When D-lactate was replaced as substrate, the enzyme did not significantly act with D-malate, L-malate, D-tartrate and L-tartrate, but some oxidation of L-lactate and DL-2-hydroxybutyrate was observed ( < 5% of the activity observed for D-lactate). The comparison of the absorption spectra of the purified protein from C. glutamicum
with those Angiogenesis inhibitor of the NAD-dependent D-lactate dehydrogenase from Leuconostoc mesenteroides revealed that the absorption maxima at 375 nm and 445 nm were observed only for the protein from C. glutamicum. These spectral features agree well with those for FAD. Moreover, the primary structure of the D-lactate dehydrogenase from C. glutamicum contains a domain (aa 50-187) similar to the FAD binding domain 4 found in the members of the protein family pfam01565. These GF120918 mw results suggest that D-lactate dehydrogenase from C. glutamicum contains FAD as a bound cofactor. Taken together, it is concluded that cg1027 encodes
quinone-dependent D-lactate dehydrogenase (EC 220.127.116.11) from C. glutamicum and, thus, was named dld. Dld is required for utilization of D-lactate In order to determine the role of quinone-dependent D-lactate dehydrogenase Dld for growth of C. glutamicum on D-lactate and racemic DL-lactate, a defined dld disruption mutant and dld overexpression plasmids for complementation were constructed. The constructed strains were assayed for Dld activity in crude extracts obtained after GDC-0449 in vitro growth in LB medium containing kanamycin and IPTG when appropriate. Crude extracts Ibrutinib purchase of C. glutamicum WT and WT(pEKEx3) contained about 0.10 U mg-1 Dld activity (Figure 1), while no Dld activity was detectable in C. glutamicum ::dld (pEKEx3). Overexpression of dld resulted in about three fold higher Dld activity in WT(pEKEx3-dld)
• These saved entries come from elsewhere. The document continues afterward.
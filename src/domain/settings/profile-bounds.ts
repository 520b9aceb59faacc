/**
 * The widest values a profile may hold, in its stored units. They catch a slip
 * of the keyboard and nothing more: whether a value suits a person is for the
 * checks, the guardrails and the educator. Common practice, no source.
 */
export const PROFILE_BOUNDS = {
  milliUnitsPerHour: { min: 0, max: 35_000 },
  milligramsPerUnit: { min: 500, max: 1_000_000 },
  microMgDlPerUnit: { min: 1_000_000, max: 5_000_000_000 },
  targetMgDl: { min: 60, max: 300 },
  durationOfActionMinutes: { min: 60, max: 720 },
  bolusMilliUnits: { min: 0, max: 100_000 },
  insulinOnBoardMilliUnits: { min: 0, max: 200_000 },
} as const;

/** One block for each half hour of the day. */
export const MAX_BLOCKS = 48;
export const MAX_FEATURES = 60;
export const MAX_FEATURE_LABEL_LENGTH = 80;
export const MAX_FEATURE_TEXT_LENGTH = 500;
than in the empty vector control. Growth experiments with C. glutamicum strains WT(pEKEx3), WT(pEKEx3-dld), ::dld(pEKEx3), and ::dld(pEKEx3-dld) in CgXII mineral medium containing 100 mM D-lactate and 1 mM IPTG revealed that dld is required for growth of C. glutamicum on D-lactate as sole carbon and energy source as only strains with intact dld either on the chromosome or on plasmid could grow (Figure 1). Figure 1 Specific activities of the quinone-dependent D-lactate dehydrogenase Dld (A) and growth (B) of various C. glutamicum strains. Specific Dld activities (A) were determined after growth in LB complex medium containing 1 mM IPTG. The values represent means and standard deviations of at least three independent cultivations. Growth (B) of C. glutamicum WT(pEKEx3) (diamonds), WT(pEKEx3-dld) (circles), ::dld(pEKEx3) (squares), and ::dld(pEKEx3-dld) (triangles) in CgXII mineral medium containing 100 mM D-lactate and 1 mM IPTG was monitored as OD600nm (open symbols). The concentration of D-lactate in the supernatant was measured by HPLC (closed symbols). Averages and experimental errors from at least three independent growth experiments are shown.